I'm trying to scrap some information from this ASP page http://laredoute.fr/ppdp/prod-350007615.aspx mainly the first 4 images in high resolution that load in the image-carousel. Depending on the color of the product you have some buttons that you must select. This is the code I have now that retrieves the buttons and adds them to a list to be clicked on later.

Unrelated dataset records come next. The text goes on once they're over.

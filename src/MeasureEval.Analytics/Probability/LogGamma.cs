namespace MeasureEval.Analytics.Probability;

/// <summary>ln Γ(x) by the Lanczos approximation (g = 7, nine coefficients), relative error about 1e-15 for x &gt; 0.</summary>
internal static class LogGamma
{
    private const double G = 7;

    // Lanczos coefficients for g = 7, n = 9 (the widely tabulated set; Numerical Recipes 3rd ed. §6.1 uses the same scheme).
    private static readonly double[] Coefficients =
    [
        0.99999999999980993,
        676.5203681218851,
        -1259.1392167224028,
        771.32342877765313,
        -176.61502916214059,
        12.507343278686905,
        -0.13857109526572012,
        9.9843695780195716e-6,
        1.5056327351493116e-7,
    ];

    // Exact for small arguments, which carry most of the mass in small panels.
    private static readonly double[] SmallFactorials = BuildSmallFactorials();

    public static double Of(double x)
    {
        if (x < 0.5)
        {
            // Reflection formula: Γ(x)Γ(1−x) = π / sin(πx).
            return Math.Log(Math.PI / Math.Abs(Math.Sin(Math.PI * x))) - Of(1 - x);
        }

        x -= 1;
        var a = Coefficients[0];
        var t = x + G + 0.5;
        for (var i = 1; i < Coefficients.Length; i++)
        {
            a += Coefficients[i] / (x + i);
        }

        return (0.5 * Math.Log(2 * Math.PI)) + ((x + 0.5) * Math.Log(t)) - t + Math.Log(a);
    }

    /// <summary>ln k!.</summary>
    public static double OfFactorial(int k) => k < SmallFactorials.Length ? SmallFactorials[k] : Of(k + 1.0);

    private static double[] BuildSmallFactorials()
    {
        var table = new double[171];
        var product = 1.0;
        for (var k = 1; k < table.Length; k++)
        {
            product *= k;
            table[k] = Math.Log(product);
        }

        return table;
    }
}
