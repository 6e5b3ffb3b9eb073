using System.Data;
using System.Data.Common;
using System.Globalization;
using System.Runtime.CompilerServices;
using System.Text;
using MeasureEval.Core.Index;
using MeasureEval.Core.Partitions;
using MeasureEval.Core.Security;
using MeasureEval.Core.Storage;
using Microsoft.Extensions.Logging;

namespace MeasureEval.Storage.Common;
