namespace MeasureEval.Analytics.Probability;

/// <summary>
/// The binomial distribution Bin(n, p) computed exactly by summing its probability mass in log space, so that
/// populations of any size neither underflow (0.5^10000) nor lose the tail that decides a 99.8 % limit.
/// </summary>
public static class ExactBinomial
{
    /// <summary>P(R = r) for R ~ Bin(n, p).</summary>
    public static double Probability(int r, int n, double p)
    {
        Validate(n, p);
        if (r < 0 || r > n)
        {
            return 0;
        }

        // The degenerate ends put all mass on one count; the log form would evaluate 0·log 0.
        if (p == 0)
        {
            return r == 0 ? 1 : 0;
        }

        if (p == 1)
        {
            return r == n ? 1 : 0;
        }

        var logChoose = LogGamma.OfFactorial(n) - LogGamma.OfFactorial(r) - LogGamma.OfFactorial(n - r);
        return Math.Exp(logChoose + (r * Math.Log(p)) + ((n - r) * double.LogP1(-p)));
    }

    /// <summary>P(R ≤ r) for R ~ Bin(n, p).</summary>
    public static double Cumulative(int r, int n, double p)
    {
        Validate(n, p);
        if (r < 0)
        {
            return 0;
        }

        if (r >= n)
        {
            return 1;
        }

        var sum = 0.0;
        for (var k = 0; k <= r; k++)
        {
            sum += Probability(k, n, p);
        }

        return Math.Min(1, sum);
    }

    /// <summary>The <paramref name="q"/>-quantile: the smallest r with P(R ≤ r) ≥ q (0 &lt; q &lt; 1).</summary>
    public static int Quantile(double q, int n, double p) => QuantileWithCumulative(q, n, p).Quantile;

    /// <summary>The quantile together with P(R ≤ r) and P(R = r) at it, found in one pass over the mass.</summary>
    internal static (int Quantile, double Cumulative, double Mass) QuantileWithCumulative(double q, int n, double p)
    {
        Validate(n, p);
        if (!(q > 0 && q < 1))
        {
            throw new ArgumentOutOfRangeException(nameof(q), q, "a quantile level lies strictly between 0 and 1");
        }

        var sum = 0.0;
        for (var r = 0; r < n; r++)
        {
            var mass = Probability(r, n, p);
            sum += mass;
            if (sum >= q)
            {
                return (r, sum, mass);
            }
        }

        // Whatever rounding left of the sum, the last count closes the distribution.
        return (n, 1.0, Probability(n, n, p));
    }

    private static void Validate(int n, double p)
    {
        ArgumentOutOfRangeException.ThrowIfNegative(n);
        if (!(p >= 0 && p <= 1))
        {
            throw new ArgumentOutOfRangeException(nameof(p), p, "a probability lies in [0, 1]");
        }
    }
}
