namespace MeasureEval.Analytics.Probability;

/// <summary>The standard normal distribution function, for two-sided p-values.</summary>
public static class StandardNormal
{
    /// <summary>Φ(z) = erfc(−z/√2) / 2.</summary>
    public static double Cdf(double z) => 0.5 * Erfc(-z / Math.Sqrt(2));

    /// <summary>P(|Z| ≥ |z|).</summary>
    public static double TwoSidedP(double z) => Erfc(Math.Abs(z) / Math.Sqrt(2));

    /// <summary>
    /// Complementary error function by the Chebyshev fit of Press et al., Numerical Recipes (2nd ed., §6.2, erfcc):
    /// fractional error below 1.2e-7 everywhere — ample for a p-value reported to four decimals.
    /// </summary>
    public static double Erfc(double x)
    {
        var z = Math.Abs(x);
        var t = 1 / (1 + (0.5 * z));
        double[] c = [-1.26551223, 1.00002368, 0.37409196, 0.09678418, -0.18628806, 0.27886807, -1.13520398, 1.48851587, -0.82215223, 0.17087277];
        var poly = 0.0;
        for (var i = c.Length - 1; i >= 0; i--)
        {
            poly = c[i] + (t * poly);
        }

        var ans = t * Math.Exp((-z * z) + poly);
        return x >= 0 ? ans : 2 - ans;
    }
}
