namespace MeasureEval.Analytics.Probability;

/// <summary>The outcome of a two-sided pooled two-proportion z-test of p1 = p2.</summary>
/// <param name="Difference">p̂2 − p̂1: the change from the first sample to the second.</param>
/// <param name="Pooled">p̂ = (x1 + x2) / (n1 + n2).</param>
/// <param name="Z">(p̂2 − p̂1) / √(p̂(1 − p̂)(1/n1 + 1/n2)); null when the standard error is 0 (p̂ is 0 or 1).</param>
/// <param name="PValue">Two-sided; null with <paramref name="Z"/>.</param>
public sealed record TwoProportionResult(double Difference, double Pooled, double? Z, double? PValue, bool Significant);

/// <summary>
/// Pooled two-proportion z-test for large samples (NIST/SEMATECH e-Handbook of Statistical Methods, §7.3.3 "How can
/// we determine whether two processes produce the same proportion of defectives?", Case 1): the difference is
/// significant at level α when |z| exceeds z(1 − α/2).
/// </summary>
public static class TwoProportionTest
{
    /// <summary>z(0.975), the two-sided 5 % critical value.</summary>
    public const double Critical5Percent = 1.959964;

    /// <summary>Compares x2/n2 (the later period) with x1/n1 (the earlier one); null when either sample is empty.</summary>
    public static TwoProportionResult? Pooled(int x1, int n1, int x2, int n2)
    {
        ArgumentOutOfRangeException.ThrowIfNegative(x1);
        ArgumentOutOfRangeException.ThrowIfNegative(x2);
        ArgumentOutOfRangeException.ThrowIfGreaterThan(x1, n1);
        ArgumentOutOfRangeException.ThrowIfGreaterThan(x2, n2);
        if (n1 == 0 || n2 == 0)
        {
            return null;
        }

        var p1 = (double)x1 / n1;
        var p2 = (double)x2 / n2;
        var pooled = (double)(x1 + x2) / (n1 + n2);
        var variance = pooled * (1 - pooled) * ((1.0 / n1) + (1.0 / n2));
        if (variance <= 0)
        {
            // Both samples all-in or all-out: no variation to test against, and no evidence of change.
            return new TwoProportionResult(p2 - p1, pooled, null, null, false);
        }

        var z = (p2 - p1) / Math.Sqrt(variance);
        return new TwoProportionResult(p2 - p1, pooled, z, StandardNormal.TwoSidedP(z), Math.Abs(z) > Critical5Percent);
    }
}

from selenium import webdriver
from scrapy.http import HtmlResponse
from scrapy.spiders import Spider
from scrapy.selector import Selector
from scrapy.selector import HtmlXPathSelector
from scrapy.linkextractors import LinkExtractor
import urllib
import urllib2
from bs4 import BeautifulSoup
class MyOpener(urllib.FancyURLopener):
version = 'Mozilla/5.0 (Windows NT 6.1) AppleWebKit/537.17 (KHTML, like Gecko) Chrome/24.0.1312.57 Safari/537.17'
myopener = MyOpener()
url = 'http://www.laredoute.fr/ppdp/prod-350007615.aspx'
f = myopener.open(url)
soup = BeautifulSoup(f)
viewstate = soup.find("fieldset", class_="set set-colour")
list = []
for elem in viewstate.findAll('label'):
#print elem['title']
#print elem['for']
list.append(elem['for'].strip('\n\t ,'))
#print list
driver = webdriver.Chrome('/Users/vasquez/Documents/crawler/chromedriver')
driver.maximize_window()
driver.get(url)
radio = driver.find_element_by_id(list[0])
driver.execute_script("arguments[0].click();", radio)
Now the part I'm having problems with is this one. That image carousel is here in this part of HTML code.
<div class="divProds jcarousel-clip">
<ul class="divAddScroller">
</ul>
</div>
If I open the Developer Tools in Chrome and click over it the whole code appears, if I parse the whole HTML with Scrapy as I done before the code is not there and I can retrieve the img link that I need. This is the part of the HTML that I want to parse.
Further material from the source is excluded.